(Stored data)
━━━━━━━━━━

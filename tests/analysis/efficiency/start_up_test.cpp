#include "analysis/efficiency/start_up.h"

#include <catch2/catch.hpp>
#include <cmath>
#include <functional>
#include <limits>
#include <numbers>

#include "analysis/random_source.h"

namespace efficiency = loadstair::efficiency;
using loadstair::tests::RandomSource;

namespace {

/// A step at 10 ms; `response` gets the time since then.
efficiency::Envelope record(double interval_s, double length_s,
                            const std::function<double(double)>& response) {
  efficiency::Envelope out;
  out.interval_s = interval_s;
  for (double t = 0; t < length_s; t += interval_s) out.values.push_back(t < 0.01 ? 0.0 : response(t - 0.01));
  return out;
}

efficiency::StartUpSettings settings() {
  efficiency::StartUpSettings out;
  out.name = "record";
  out.event_s = 0.01;
  return out;
}

}  // namespace

TEST_CASE("first order: rise time ln 9 tau, settling ln 50 tau, delay ln(1/0.9) tau, no overshoot") {
  const double tau = 0.01;
  const auto found = efficiency::start_up(
      record(1e-5, 0.15, [=](double t) { return 12 * (1 - std::exp(-t / tau)); }), settings());
  REQUIRE(found);
  // Textbook: 10-90 % of a first-order response takes ln 9 = 2.197 time constants.
  CHECK(found->rise_time->value() == Approx(std::log(9.0) * tau).epsilon(1e-3));
  CHECK(found->settling_time->value() == Approx(std::log(50.0) * tau).epsilon(2e-3));
  CHECK(found->delay->value() == Approx(-std::log(0.9) * tau).epsilon(2e-2));
  CHECK(found->overshoot->value() < 1e-4);
  CHECK(found->monotonic);
  CHECK(found->final == Approx(12).epsilon(1e-4));
  // Half an interval at either end, rectangular; the tail is all but quiet.
  CHECK(found->rise_time->standard_uncertainty() == Approx(1e-5 / std::sqrt(6.0)).epsilon(0.05));
}

TEST_CASE("second order: overshoot exp(-pi zeta / sqrt(1 - zeta^2))") {
  for (const double zeta : {0.2, 0.4, 0.6, 0.8}) {
    const double wn = 500;
    const double root = std::sqrt(1 - zeta * zeta);
    const auto found = efficiency::start_up(
        record(2e-5, 0.2,
               [=](double t) {
                 const double wd = wn * root;
                 return 5 *
                        (1 - std::exp(-zeta * wn * t) * (std::cos(wd * t) + zeta / root * std::sin(wd * t)));
               }),
        settings());
    REQUIRE(found);
    CAPTURE(zeta);
    const double expected = std::exp(-std::numbers::pi * zeta / root);
    CHECK(found->overshoot->value() == Approx(expected).epsilon(1e-3));
    CHECK(found->monotonic);  // the overshoot comes after the rise
  }
}

TEST_CASE("a dip on the way up is not monotonic; noise within the tolerance is") {
  const auto ramp = [](double t) { return std::min(12.0, 12 * t / 0.05); };
  auto dipped = record(1e-4, 0.2, [&](double t) { return ramp(t) - (t > 0.02 && t < 0.024 ? 1.8 : 0.0); });
  const auto found = efficiency::start_up(dipped, settings());
  REQUIRE(found);
  CHECK_FALSE(found->monotonic);
  CHECK(found->deepest_fall == Approx(1.8 / 12).epsilon(0.03));
  CHECK(found->text.find("not monotonic") != std::string::npos);
  RandomSource random{loadstair::tests::seed_of_tests()};
  const auto noisy = efficiency::start_up(
      record(1e-4, 0.2, [&](double t) { return ramp(t) + 0.01 * random.uniform(-1, 1); }), settings());
  REQUIRE(noisy);
  CHECK(noisy->monotonic);
  // 80 % of a ramp of 50 ms; the noise of 0.01 V is 0.04 ms of it.
  CHECK(noisy->rise_time->value() == Approx(0.04).epsilon(5e-3));
  // Uniform noise of 0.01 V has no overshoot that can be told from it.
  CHECK(noisy->overshoot->value() < 0.01 / 12);
}

TEST_CASE("records that show no start, never settle or are too coarse are refused") {
  const auto high = efficiency::start_up(record(1e-3, 0.2, [](double) { return 12.0; }), settings());
  REQUIRE(high);  // a step between two samples: only its rise time is not measured
  CHECK_FALSE(high->rise_time);
  CHECK(high->rise_time.refusal().reason.find("samples between 10 and 90 %") != std::string::npos);
  efficiency::Envelope started{0, 1e-3, std::vector<double>(200, 12.0)};
  CHECK(efficiency::start_up(started, settings()).refusal().reason ==
        "the record begins above 10 % of its final value: it shows no start");
  CHECK_FALSE(efficiency::shows_a_start(started));
  const auto climbing = efficiency::start_up(record(1e-3, 0.2, [](double t) { return 100 * t; }), settings());
  CHECK(climbing.refusal().reason.find("never settles") != std::string::npos);
  CHECK_FALSE(efficiency::start_up(record(1e-3, 0.015, [](double) { return 12.0; }), settings()));
  const auto nothing = efficiency::start_up(record(1e-3, 0.2, [](double) { return 0.0; }), settings());
  CHECK_FALSE(nothing);
  auto unknown = settings();
  unknown.event_s.reset();
  const auto without =
      efficiency::start_up(record(1e-4, 0.2, [](double t) { return std::min(1.0, t / 0.01); }), unknown);
  REQUIRE(without);
  CHECK_FALSE(without->delay);
  CHECK(without->settling_time);
}

TEST_CASE("the envelope of a sine is its RMS, also where half cycles end between samples") {
  for (const double hertz : {50.0, 49.3, 61.7}) {
    std::vector<double> samples;
    for (int i = 0; i < 4000; ++i) {
      samples.push_back(std::numbers::sqrt2 * 230 * std::sin(2 * std::numbers::pi * hertz * 5e-5 * i + 0.7));
    }
    const auto envelope = efficiency::half_cycle_rms(samples, 5e-5, hertz);
    REQUIRE(envelope);
    CHECK(envelope->interval_s == Approx(0.5 / hertz).epsilon(1e-12));
    CHECK(envelope->values.size() == static_cast<std::size_t>(0.19995 * 2 * hertz));
    for (const double value : envelope->values) CHECK(value == Approx(230).epsilon(2e-4));
  }
  // A ramp of 0.4 s on 50 Hz: 80 % of it between 10 and 90 %.
  std::vector<double> ramped;
  for (int i = 0; i < 24000; ++i) {
    const double t = 5e-5 * i;
    const double size = t < 0.1 ? 0.0 : std::min(1.0, (t - 0.1) / 0.4);
    ramped.push_back(325 * size * std::sin(2 * std::numbers::pi * 50 * t));
  }
  const auto envelope = efficiency::half_cycle_rms(ramped, 5e-5, 50);
  REQUIRE(envelope);
  const auto found = efficiency::start_up(*envelope, settings());
  REQUIRE(found);
  REQUIRE(found->rise_time);
  CHECK(found->rise_time->value() == Approx(0.32).epsilon(5e-3));
  CHECK(found->monotonic);
}

TEST_CASE("start-up: hostile records are refused, and nothing is NaN") {
  const double nan = std::numeric_limits<double>::quiet_NaN();
  CHECK_FALSE(efficiency::start_up({}, settings()));
  CHECK_FALSE(efficiency::half_cycle_rms({}, 1e-4, 50));
  const std::vector<double> flat(100, 1.0);
  CHECK_FALSE(efficiency::half_cycle_rms(flat, 1e-4, nan));
  CHECK_FALSE(efficiency::half_cycle_rms(flat, 0, 50));
  CHECK_FALSE(efficiency::half_cycle_rms(flat, 1e-2, 50));
  const std::vector<double> huge(1000, 1e200);
  CHECK_FALSE(efficiency::half_cycle_rms(huge, 1e-4, 50));
  RandomSource random{loadstair::tests::seed_of_tests()};
  for (int trial = 0; trial < 2000; ++trial) {
    efficiency::Envelope wild;
    wild.interval_s = 1e-3;
    const std::size_t many = random.below(60);
    for (std::size_t i = 0; i < many; ++i) {
      const double kind = random.uniform();
      wild.values.push_back(i < many / 3 || kind < 0.1 ? 0.0
                            : kind > 0.999             ? nan
                                                       : 1 + (kind > 0.9 ? 1e3 : 0.001) * kind);
    }
    const auto found = efficiency::start_up(wild, settings());
    if (!found) continue;
    for (const auto* quoted : {&found->rise_time, &found->overshoot, &found->settling_time, &found->delay}) {
      if (!*quoted) continue;
      CHECK(std::isfinite((*quoted)->value()));
      CHECK(std::isfinite((*quoted)->variance()));
    }
    CHECK(std::isfinite(found->deepest_fall));
  }
}
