#include "analysis/efficiency/loss_pieces.h"

#include <catch2/catch.hpp>
#include <cmath>
#include <iostream>
#include <vector>

#include "analysis/base/number.h"
#include "analysis/efficiency/weighted.h"
#include "analysis/estimate/coverage.h"
#include "analysis/estimate/meter.h"
#include "tests/analysis/random_source.h"

using namespace loadstair;
using efficiency::Basis;
using efficiency::CurvePoint;
using efficiency::LossCurve;
using efficiency::LossPiece;
using estimate::Estimate;

namespace {

constexpr double kRated = 600;
const std::vector<double> kLoads{30, 60, 120, 180, 300, 450, 600};

double smooth_loss(double p) {
  return 2.4 + p * (0.008 + p * 3e-5);
}

/// A fan that takes 3 W from 200 W on.
double fan_loss(double p) {
  return smooth_loss(p) + (p > 200 ? 3 : 0);
}

/// Levels of a loss, each with noise of its own.
template <class Loss>
std::vector<CurvePoint> levels(const std::vector<double>& loads, Loss loss, double own_w = 0.005) {
  std::vector<CurvePoint> out;
  for (const double load : loads) {
    const std::string label = std::to_string(std::lround(load)) + " W";
    const Estimate of_loss{
        loss(load), estimate::make_type_b("noise at " + label, label, estimate::Distribution::normal), own_w};
    const Estimate input = load + of_loss;
    out.push_back({label, input, Estimate{load}, of_loss, load / input});
  }
  return out;
}

std::vector<CurvePoint> with_fan_named() {
  auto points = levels(kLoads, fan_loss);
  for (CurvePoint& point : points) point.segment = point.output_power.value() > 200 ? "fan on" : "fan off";
  return points;
}

bool inside(const Estimate& of, double truth) {
  const auto interval = estimate::coverage(of);
  return interval.low <= truth && truth <= interval.high;
}

}  // namespace

TEST_CASE("a fan splits the fit: each piece has its own coefficients") {
  const auto points = with_fan_named();
  // As one curve it is no parabola.
  REQUIRE(efficiency::fit_loss_model(points, 0.001)->lack_of_fit);
  const auto pieces = efficiency::fit_loss_models(points, 0.001);
  REQUIRE(pieces.size() == 2);
  CHECK(pieces[0].segment == "fan off");
  CHECK(pieces[0].levels == 4);
  CHECK(pieces[1].levels == 3);
  REQUIRE((pieces[0].usable() && pieces[1].usable()));
  CHECK(pieces[0].usable()->p0.value() == Approx(2.4).epsilon(1e-9));
  CHECK(pieces[1].usable()->p0.value() == Approx(5.4).epsilon(1e-9));
  CHECK(pieces[1].usable()->p2.value() == Approx(3e-5).epsilon(1e-9));

  const LossCurve curve{"7", points, pieces};
  CHECK(efficiency::loss_there(curve, 100)->loss.value() == Approx(fan_loss(100)).epsilon(1e-9));
  CHECK(efficiency::loss_there(curve, 400)->loss.value() == Approx(fan_loss(400)).epsilon(1e-9));
  // Where the fan starts nobody knows.
  const auto gap = efficiency::loss_there(curve, 240);
  REQUIRE_FALSE(gap);
  CHECK(gap.refusal().reason == "it lies between two pieces of the curve, \"fan off\" and \"fan on\"");
  CHECK_FALSE(efficiency::loss_there(curve, 700));
  CHECK_FALSE(efficiency::loss_there(curve, 10));
  CHECK_FALSE(efficiency::loss_there({"7", points, {}}, 100));
  // By input power: output plus loss is what was asked for.
  const auto by_input = efficiency::loss_there(curve, 400 + fan_loss(400), Basis::input_power);
  REQUIRE(by_input);
  CHECK(by_input->output_power_w == Approx(400).epsilon(1e-9));
}

TEST_CASE("weighted figures take each level from the piece that holds it") {
  const auto points = with_fan_named();
  const auto pieces = efficiency::fit_loss_models(points, 0.001);
  double exact = 0;
  for (const auto& level : efficiency::levels(efficiency::Scheme::cec)) {
    const double p = level.fraction * kRated;
    exact += level.weight * p / (p + fan_loss(p));
  }
  // 75 % left out: it comes from the piece with the fan. Every level 1 % of rated too high besides.
  const auto found =
      efficiency::weighted_efficiency(efficiency::Scheme::cec, kRated, LossCurve{"7", points, pieces});
  REQUIRE(found.efficiency);
  CHECK(found.efficiency->value() == Approx(exact).epsilon(1e-12));
  auto fewer = levels({66, 126, 186, 306, 320, 606}, fan_loss);
  for (CurvePoint& point : fewer) point.segment = point.output_power.value() > 200 ? "fan on" : "fan off";
  const auto other = efficiency::fit_loss_models(fewer, 0.001);
  const auto moved =
      efficiency::weighted_efficiency(efficiency::Scheme::cec, kRated, LossCurve{"7", fewer, other});
  REQUIRE(moved.efficiency);
  CHECK(moved.uses[4].from == "loss model");
  CHECK(moved.efficiency->value() == Approx(exact).epsilon(1e-5));
}

TEST_CASE("without a name for the fan the fit is refused, and neighbours bound what was not measured") {
  for (const double starts_w : {90.0, 150.0, 200.0, 250.0, 400.0, 500.0}) {
    const auto loss = [&](double p) { return smooth_loss(p) + (p > starts_w ? 3 : 0); };
    const auto points = levels(kLoads, loss);
    const auto pieces = efficiency::fit_loss_models(points, 0.001);
    REQUIRE(pieces.size() == 1);
    INFO("fan from " << starts_w << " W: " << pieces[0].model->lack_of_fit_text);
    REQUIRE(pieces[0].usable() == nullptr);
    const LossCurve curve{"7", points, pieces};
    for (double p = 31; p < 600; p += 3.7) {
      const auto there = efficiency::loss_there(curve, p);
      REQUIRE(there);
      CHECK_FALSE(there->by_model);
      INFO(p << " W: " << there->loss.value() << " for " << loss(p));
      CHECK(inside(there->loss, loss(p)));
    }
    const auto cec = efficiency::weighted_efficiency(efficiency::Scheme::cec, kRated, curve);
    REQUIRE(cec.efficiency);
    const auto european =
        efficiency::weighted_efficiency(efficiency::Scheme::european, kRated + loss(kRated), curve);
    REQUIRE(european.efficiency);
    double exact = 0;
    for (const auto& level : efficiency::levels(efficiency::Scheme::european)) {
      const double input = level.fraction * (kRated + loss(kRated));
      double p = input;
      for (int i = 0; i < 60; ++i) p = input - loss(p);
      exact += level.weight * p / input;
    }
    CHECK(inside(*european.efficiency, exact));
  }
}

// A smooth curve that is no parabola (a square-root term, as of a rectifier at light load): half-widths hold.
TEST_CASE("local interpolation on smooth curves that no parabola fits") {
  tests::RandomSource random{tests::seed_of_tests()};
  int held = 0;
  int asked = 0;
  double widest = 0;
  for (int k = 0; k < 100; ++k) {
    const double root = random.uniform(0.05, 0.3);
    const double cubic = random.uniform(0, 3e-8);
    const auto loss = [&](double p) {
      return 1 + root * std::sqrt(p) + 0.004 * p + 2e-5 * p * p + cubic * p * p * p;
    };
    const auto points = levels(kLoads, loss, 1e-4);
    // As after a significant lack of fit.
    auto pieces = efficiency::fit_loss_models(points, 0.001);
    pieces[0].model->lack_of_fit = true;
    const LossCurve curve{"7", points, pieces};
    for (int j = 0; j < 20; ++j) {
      const double p = random.uniform(30, 600);
      const auto there = efficiency::loss_there(curve, p);
      REQUIRE(there);
      ++asked;
      held += inside(there->loss, loss(p)) ? 1 : 0;
      widest = std::max(widest, estimate::coverage(there->loss).expanded / loss(p));
    }
  }
  std::cout << "local interpolation: " << held << " of " << asked << " hold, widest "
            << base::print_significant(100 * widest, 3) << " % of the loss\n";
  CHECK(held >= 0.99 * asked);
  // A bound, not a refusal in disguise.
  CHECK(widest < 0.25);
}

TEST_CASE("a parabola is interpolated exactly, two levels alone within what it may bend") {
  const auto points = levels(kLoads, smooth_loss, 1e-9);
  auto pieces = efficiency::fit_loss_models(points, 1e-9);
  pieces[0].model->lack_of_fit = true;
  const LossCurve curve{"7", points, pieces};
  for (const double p : {61.0, 100.0, 240.0, 449.0}) {
    INFO(p);
    CHECK(efficiency::loss_there(curve, p)->loss.value() == Approx(smooth_loss(p)).epsilon(1e-12));
  }
  // At the ends a parabola cannot be told from a line with a step.
  for (const double p : {31.0, 50.0, 460.0, 599.0})
    CHECK(inside(efficiency::loss_there(curve, p)->loss, smooth_loss(p)));
  const auto two = levels({300, 600}, smooth_loss, 1e-9);
  const auto none = efficiency::fit_loss_models(two, 1e-9);
  REQUIRE(none.size() == 1);
  CHECK_FALSE(none[0].model);
  CHECK(none[0].why.find("needs at least three levels, got 2") != std::string::npos);
  for (const double p : {310.0, 450.0, 590.0}) {
    // Any parabola through both without negative terms: no bend at all, or all of it.
    const auto there = efficiency::loss_there({"7", two, none}, p);
    REQUIRE(there);
    const double line = smooth_loss(300) + (smooth_loss(600) - smooth_loss(300)) / 300 * (p - 300);
    const double bend = (smooth_loss(600) - smooth_loss(300)) / (600.0 * 600 - 300 * 300);
    const double parabola = smooth_loss(300) + bend * (p * p - 300 * 300);
    CHECK(inside(there->loss, line));
    CHECK(inside(there->loss, parabola));
    CHECK(inside(there->loss, smooth_loss(p)));
  }
}

TEST_CASE("the slope at a level alone on its piece holds every loss without negative terms") {
  auto points = levels(kLoads, smooth_loss);
  points[0].segment = "A1 on 1 A";
  const auto pieces = efficiency::fit_loss_models(points, 0.001);
  REQUIRE(pieces.size() == 2);
  const LossCurve curve{"7", points, pieces};
  const auto slope = efficiency::slope_near(curve, 0);
  CHECK(inside(slope, 0));
  CHECK(inside(slope, 0.008 + 2 * 3e-5 * 30));
  CHECK(inside(slope, 2 * smooth_loss(30) / 30));
  CHECK(efficiency::slope_near(curve, 3).value() == Approx(0.008 + 2 * 3e-5 * 180).epsilon(1e-9));
}

TEST_CASE("a meter's range makes a piece of its own, and a whole curve has no name") {
  estimate::MeterRange low{{"A1", "dc current", "1 A"}, 1, 0, estimate::AccuracySpec{0.1, 0, 0}};
  estimate::MeterRange high{{"A1", "dc current", "10 A"}, 10, 0, estimate::AccuracySpec{0.1, 0, 0}};
  estimate::MeterRange volts{{"V1", "dc voltage", "600 V"}, 600, 0, estimate::AccuracySpec{0.1, 0, 0}};
  const auto level = [&](double load, const estimate::MeterRange& meter) {
    const std::string label = std::to_string(std::lround(load));
    const estimate::Occasion at{"7", label};
    const Estimate input = *estimate::with_meter_error(400, volts, at) *
                           *estimate::with_meter_error((load + smooth_loss(load)) / 400, meter, at);
    return CurvePoint{label, input, Estimate{load}, input - load, load / input};
  };
  std::vector<CurvePoint> points{level(60, low), level(120, low), level(300, low), level(450, high),
                                 level(600, high)};
  efficiency::split_by_range(points);
  CHECK(points[0].segment == "A1 on 1 A");
  CHECK(points[2].segment == "A1 on 1 A");
  CHECK(points[3].segment == "A1 on 10 A");
  const auto pieces = efficiency::fit_loss_models(points, 0.001);
  REQUIRE(pieces.size() == 2);
  CHECK(pieces[0].usable());
  CHECK_FALSE(pieces[1].usable());
  // What it was called before stays in front.
  points[4].segment = "fan on";
  efficiency::split_by_range(points);
  CHECK(points[4].segment == "fan on, A1 on 10 A");
  std::vector<CurvePoint> one{level(60, low), level(120, low)};
  efficiency::split_by_range(one);
  CHECK(one[0].segment.empty());
}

━━━━━━━━━━

Please copy each line of the entries in which the word "root" shows up.

    const double root = std::sqrt(1 - zeta * zeta);
                 const double wd = wn * root;
                        (1 - std::exp(-zeta * wn * t) * (std::cos(wd * t) + zeta / root * std::sin(wd * t)));
    const double expected = std::exp(-std::numbers::pi * zeta / root);
// A smooth curve that is no parabola (a square-root term, as of a rectifier at light load): half-widths hold.
    const double root = random.uniform(0.05, 0.3);
      return 1 + root * std::sqrt(p) + 0.004 * p + 2e-5 * p * p + cubic * p * p * p;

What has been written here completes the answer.